Up to and including the line that contains "def exact() ->", return every line from the start of the data, unchanged.

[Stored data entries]
----------------------------------------

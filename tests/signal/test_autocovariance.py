"""The autocovariance estimated from pulse-free windows."""

from __future__ import annotations

import numpy as np
import pytest
from numpy.typing import NDArray
from scipy import signal as ss

from pulsemend.signal.autocovariance import AutocovarianceSum

FloatArray = NDArray[np.float64]

N_LAGS = 120
LAGS = np.arange(N_LAGS)


def two_processes(n_samples: int, seed: int = 1) -> FloatArray:
    """A first-order process and a rhythm in noise: the exact autocovariances are in `exact`."""
    rng = np.random.default_rng(seed)
    slow = ss.lfilter([np.sqrt(1 - 0.98**2)], [1.0, -0.98], rng.standard_normal(n_samples + 2000))[2000:]
    rhythm = np.sqrt(2) * np.cos(2 * np.pi * np.arange(n_samples) / 40.0 + 0.3)
    return np.column_stack([slow, rhythm + 0.1 * rng.standard_normal(n_samples)])


def exact() -> FloatArray:
    rows = np.array([0.98**LAGS, np.cos(2 * np.pi * LAGS / 40.0)])
    rows[1, 0] += 0.01
    return rows


def variogram(rows: FloatArray) -> FloatArray:
    return rows[:, :1] - rows


def estimate(*windows: NDArray[np.float64] | NDArray[np.float32]) -> FloatArray:
    collected = AutocovarianceSum(2, N_LAGS)
    for window in windows:
        collected.add(window)
    return collected.result()


def test_known_processes_are_recovered() -> None:
    # The first process has about 3000 independent stretches in this much signal: 4 % of its variance is two
    # standard errors. The rhythm is the same throughout.
    found = estimate(two_processes(300_000))
    np.testing.assert_allclose(variogram(found)[0], variogram(exact())[0], rtol=0, atol=0.04)
    np.testing.assert_allclose(found[1], exact()[1], rtol=0, atol=0.005)


def test_estimate_is_unbiased_over_the_lags() -> None:
    # Mean over many short recordings: what is left of the error is bias. 4 standard errors, and 1 %.
    found = np.array([variogram(estimate(two_processes(10_000, seed)))[0] for seed in range(60)])
    error = found.mean(axis=0) - variogram(exact())[0]
    bound = 4 * found.std(axis=0) / np.sqrt(60) + 0.01 * variogram(exact())[0]
    assert (np.abs(error) <= bound).all(), error / bound


def test_every_estimate_is_a_possible_autocovariance() -> None:
    # No combination of samples may get a negative variance: all eigenvalues of its matrix are positive.
    rows = estimate(two_processes(5_000), two_processes(700, 2))
    for row in rows:
        eigenvalues = np.linalg.eigvalsh(row[np.abs(LAGS[:, None] - LAGS)])
        assert eigenvalues.min() > -1e-6 * eigenvalues.max()


@pytest.mark.parametrize("dtype", [np.float32, np.float64])
def test_offset_of_1_mv_changes_nothing(dtype: type) -> None:
    x = two_processes(40_000) * 10e-6
    plain, shifted = estimate(x.astype(dtype)), estimate((x + 1e-3).astype(dtype))
    np.testing.assert_allclose(shifted, plain, rtol=0, atol=1e-4 * plain[0, 0])


def test_slow_drift_of_100_uv_hardly_shows() -> None:
    # 10 uV of signal at 1 kHz, 100 uV of drift with a period of 20 s: over 10 ms the drift moves by 0.3 uV.
    x = two_processes(120_000) * 10.0
    drift = 100.0 * np.sin(2 * np.pi * np.arange(120_000) / 20_000)[:, None]
    plain, drifting = variogram(estimate(x)), variogram(estimate(x + drift))
    np.testing.assert_allclose(drifting[0, 1:11], plain[0, 1:11], rtol=0.01)
    true_part = 100.0**2 / 2 * (1 - np.cos(2 * np.pi * LAGS / 20_000))
    assert (np.abs(drifting - plain)[0] <= 10 * true_part + 0.01 * plain[0]).all()


def test_single_precision_is_enough() -> None:
    x = two_processes(40_000) * 10e-6
    double = estimate(x)
    np.testing.assert_allclose(estimate(x.astype(np.float32)), double, rtol=0, atol=1e-5 * double[0, 0])


def test_windows_add_up_and_short_ones_are_passed_over() -> None:
    x, y = two_processes(2_500), two_processes(2_000, 2)
    together = estimate(x, y, x[: 2 * N_LAGS - 1])
    assert np.isfinite(together).all()
    only_short = AutocovarianceSum(2, N_LAGS)
    only_short.add(x[: 2 * N_LAGS - 1])
    assert only_short.n_samples == 0
    with pytest.raises(ValueError, match="no window"):
        only_short.result()
    reversed_order = estimate(y, x)
    np.testing.assert_allclose(reversed_order, together, rtol=0, atol=1e-12)


def test_many_channels_are_kept_apart() -> None:
    x = two_processes(5_000)
    many = AutocovarianceSum(20, N_LAGS)
    many.add(np.tile(x, 10))
    np.testing.assert_allclose(many.result(), np.tile(estimate(x), (10, 1)), rtol=0, atol=1e-7)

----------------------------------------

■ Result ■
filename tests/signal/test_autocovariance.py
"""The autocovariance estimated from pulse-free windows."""

from __future__ import annotations

import numpy as np
import pytest
from numpy.typing import NDArray
from scipy import signal as ss

from pulsemend.signal.autocovariance import AutocovarianceSum

FloatArray = NDArray[np.float64]

N_LAGS = 120
LAGS = np.arange(N_LAGS)


def two_processes(n_samples: int, seed: int = 1) -> FloatArray:
    """A first-order process and a rhythm in noise: the exact autocovariances are in `exact`."""
    rng = np.random.default_rng(seed)
    slow = ss.lfilter([np.sqrt(1 - 0.98**2)], [1.0, -0.98], rng.standard_normal(n_samples + 2000))[2000:]
    rhythm = np.sqrt(2) * np.cos(2 * np.pi * np.arange(n_samples) / 40.0 + 0.3)
    return np.column_stack([slow, rhythm + 0.1 * rng.standard_normal(n_samples)])


def exact() -> FloatArray:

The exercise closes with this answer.